CG: I love movies like The Big Sleep that just have crackling dialogue. I love that and I feel like Amanda’s so incredible in the film that while there’s kind of a romantic comedy element to our scenes, we are not young people. It feels like we are two people who’ve really been romantically beaten up and tentatively decide they can trust each other, and I guess that’s kind of what interested me about it. There were some parts that I found really funny, but all of them had a kind of sadness underneath them.
Tribeca: In addition to producing, youserved triple duty on this film—actor/director/writer. Which of these roles proved to be the most challenging and why?

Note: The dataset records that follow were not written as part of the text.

def test_pickled_module_needs_opt_in(tmp_path, capsys):
    torch.save(nn.Sequential(nn.Conv2d(3, 4, 3)), tmp_path / "whole.pt")
    with pytest.raises(UnitlensError, match="--allow-pickle"):
        load_model(str(tmp_path / "whole.pt"))
    with pytest.raises(UnitlensError, match="pickled object"):
        load_model("torchvision:resnet18", str(tmp_path / "whole.pt"))
    capsys.readouterr()
    with pytest.warns(UnitlensWarning, match="loading a pickled module"):
        m = load_model(str(tmp_path / "whole.pt"), allow_pickle=True)
    assert capsys.readouterr().err == ""  # the library warns; the CLI decides what to print
    assert list(m.layers()) == ["0"]
    with warnings.catch_warnings():
        warnings.simplefilter("always", UnitlensWarning)  # pyproject's test settings ignore it
        code, out, err = cli(capsys, "layers", tmp_path / "whole.pt", "--allow-pickle", "--size", "16")
    assert code == 0 and err.count("Warning: loading a pickled module") == 1, (code, out, err)


def test_mining_notes_skipped_files_on_the_logger_not_stderr(tmp_path, capsys, caplog):
    from PIL import Image

    c = tmp_path / "c"
    c.mkdir()
    for i in range(3):
        Image.new("RGB", (20, 20), (60 * i, 90, 30)).save(c / f"ok{i}.png")
    (c / "bad.png").write_bytes(b"not an image")
    model = load_model(f"{TESTS / 'nets.py'}:digits_net", size=16)
    with caplog.at_level("WARNING", logger="unitlens"):
        mine(model, open_corpus(c), parse_layers(model, ["3"]), tmp_path / "run", MineConfig(top_k=2, workers=0))
    assert [r.getMessage().split(":")[0] for r in caplog.records if r.name == "unitlens"] == ["Skipped bad.png"]
    assert capsys.readouterr().err == ""


def test_torchscript_sequential_works_and_compiled_forward_is_refused(tmp_path):
    with warnings.catch_warnings():
        warnings.simplefilter("ignore")
        seq = torch.jit.script(nn.Sequential(nn.Conv2d(3, 4, 3, padding=1), nn.ReLU(), nn.Conv2d(4, 5, 3, stride=2)))
        torch.jit.save(seq, str(tmp_path / "seq.pt"))
        torch.jit.save(torch.jit.script(torchvision.models.resnet18().eval()), str(tmp_path / "r18.pt"))
    m = load_model(str(tmp_path / "seq.pt"), size=32)
    assert [(i.name, i.channels, i.height) for i in m.layers().values()] == [("0", 4, 32), ("1", 4, 32), ("2", 5, 15)]
    x = torch.randn(2, 3, 32, 32)
    out = m.extractor(["1"])(x)
    assert torch.allclose(out["1"], seq[1](seq[0](x)))
    m = load_model(str(tmp_path / "r18.pt"))
    with pytest.raises(UnitlensError, match="compiled forward"):
        m.layers()


def test_torchvision_weights_name_uses_cache_and_explains_offline(tmp_path, monkeypatch, r18_weights):
    # A cached download is used without any network (torch hub cache layout).
    import shutil

    from torchvision.models import ResNet18_Weights

    w = ResNet18_Weights.IMAGENET1K_V1
    cache = tmp_path / "hub" / "checkpoints"
    cache.mkdir(parents=True)
    shutil.copy(r18_weights, cache / w.url.rsplit("/", 1)[1])
    monkeypatch.setenv("TORCH_HOME", str(tmp_path))
    m = load_model("torchvision:resnet18", "IMAGENET1K_V1")
    assert m.weights["name"] == str(w) and m.preprocess.source.startswith("torchvision metadata")
    # Offline with nothing cached: a clear error saying how to pass a local file.
    monkeypatch.setenv("TORCH_HOME", str(tmp_path / "empty"))

    def offline(*a, **k):
        raise URLError("network is unreachable")

    monkeypatch.setattr(torch.hub, "load_state_dict_from_url", offline)
    with pytest.raises(UnitlensError, match=r"Offline\? Fetch https://.*--weights /path/to/resnet18-"):
        load_model("torchvision:resnet18", "DEFAULT")
    with pytest.raises(UnitlensError, match="Valid names: IMAGENET1K_V1, DEFAULT"):
        load_model("torchvision:resnet18", "IMAGENET_V9")


@pytest.mark.parametrize("spec,message", [
    ("resnet50", "Did you mean torchvision:resnet50"),
    ("torchvision:resnet5O", "Closest: resnet50"),
    (f"{NETS}:digit_net", "Closest: digits_net"),
    ("nowhere.py:f", "not found"),
])
def test_bad_specs_say_what_to_do(spec, message):
    with pytest.raises(UnitlensError, match=message):
        load_model(spec)


def test_layer_and_unit_selection_errors():
    m = load_model("torchvision:resnet18", size=64)
    with pytest.raises(UnitlensError, match=r"Unknown layer 'layer5'.*Closest: layer4"):
        parse_layers(m, ["layer5"])
    with pytest.raises(UnitlensError, match=r"Channel 700 is out of range for layer4 \(0-511\)"):
        parse_layers(m, ["layer4:0-700"])
    sel = parse_layers(m, ["layer3,layer1", "layer2:5,1-2"], units="0-3")
    assert [(s.layer, s.units) for s in sel] == [("layer1", (0, 1, 2, 3)), ("layer2", (5, 1, 2)), ("layer3", (0, 1, 2, 3))]
    for text, expect in [("3", (3,)), ("0-2,2,9", (0, 1, 2, 9)), (" 4 , 1 ", (4, 1))]:
        assert parse_ranges(text, 10) == expect
    for bad in ["a", "5-2", "", "3-"]:
        with pytest.raises(UnitlensError):
            parse_ranges(bad, 10)


# Practitioners' usual architectures, random weights: layer table, fx/hook agreement, a few-image mine.
ARCHS = [
    ("vgg16", "features.29", 224),
    ("resnet50", "layer3", 224),
    ("inception_v3", "Mixed_6e", 299),
    ("googlenet", "inception4c", 224),
    ("mobilenet_v3_large", "features.12", 224),
    ("convnext_tiny", "features.5", 224),
]


@pytest.mark.parametrize("arch,layer,size", ARCHS)
def test_architectures_end_to_end(arch, layer, size, tmp_path, smooth_corpus):
    r = run_cli("layers", f"torchvision:{arch}", "--json")
    rows = {row["name"]: row for row in json.loads(r.stdout)}
    assert layer in rows and rows[layer]["rf_size"] > 1 and rows[layer]["rf_stride"] >= 1
    m = load_model(f"torchvision:{arch}")
    assert m.preprocess.size == (size, size)
    ext = m.extractor([layer])
    assert ext.strategy == "fx"
    x = torch.randn(1, 3, size, size)
    seen = {}
    h = m.module.get_submodule(layer).register_forward_hook(lambda mod, i, o: seen.setdefault("o", o))
    with torch.no_grad():
        m.module(x)
        got = ext(x)[layer]
    h.remove()
    torch.testing.assert_close(got, seen["o"])  # the pruned graph computes the same feature map
    listing = tmp_path / "three.txt"
    listing.write_text("".join(f"{p}\n" for p in sorted(smooth_corpus.iterdir())[:3]))
    few = open_corpus(listing)
    run = mine(m, few, parse_layers(m, [f"{layer}:0-3"]), tmp_path / arch, MineConfig(top_k=2, workers=0))
    s = unit_summary(run, layer, 1)
    assert len(s["exemplars"]) == 2 and all(e["box"][2] > e["box"][0] for e in s["exemplars"])


def test_user_code_model_and_hook_fallback(tmp_path):
    code = tmp_path / "mynet.py"
    code.write_text(
        "import torch\nfrom torch import nn\n"
        "class Branchy(nn.Module):\n"
        "    def __init__(self):\n        super().__init__()\n"
        "        self.a = nn.Conv2d(3, 4, 3, padding=1)\n        self.b = nn.Conv2d(4, 4, 3, padding=1)\n"
        "    def forward(self, x):\n"
        "        y = self.a(x)\n"
        "        if y.sum() > -1e9:  # data-dependent control flow: does not trace\n"
        "            y = self.b(y)\n"
        "        return y\n"
        "def build():\n    return Branchy()\n"
    )
    m = load_model(f"{code}:build", size=32)
    ext = m.extractor(["a"])
    assert ext.strategy == "hooks"
    x = torch.randn(2, 3, 32, 32)
    assert torch.allclose(ext(x)["a"], m.module.a(x))
    r = run_cli("layers", f"{code}:build", "--size", "32")
    assert "a " in r.stdout and "4x32x32" in r.stdout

CG: In a way, the acting of it was physically more difficult than anything I can remember trying to do, because I was doing these other jobs. Plus, I had to expend a great amount of energy to prepare and just keep up with the rest of the cast. I would have to drive back to the hotel four blocks away because I was just so tired, I couldn’t walk back.
In the long run, making the movie work in post and finding a way to get the visual effects done were tough as well. However, making the movie work as a director/producer as well proved to be the most challenging part in the long run.
Tribeca: I think Trust Me is a really great title for the film. Did it just occur to you or was there a particular source of inspiration?
CG: There were some titles that I thought of, but they were titles that I didn’t love or that gave away the ending. They were really just bad, to be honest. Titles are the hardest thing to come up with. I did have titles that referred to Lydia’s story, but I think that, even though their journeys are so mirrored and connected, the film feels like Howard’s story.
Tribeca: Trust Me is one of our Back-By-Popular Demand movies, which merits an extra showing on the last day of the Festival. What makes Trust Me a must-see?
CG: I don’t think you’ll see—and I’m going to exclude myself from this—I don’t think you’ll see a better cast of actors. I think the people that I was lucky enough to hire give a more seamless ensemble performance with humor and depth than you will see in any other film at the festival. [laughs] However, I can only say that because I haven’t seen any other films.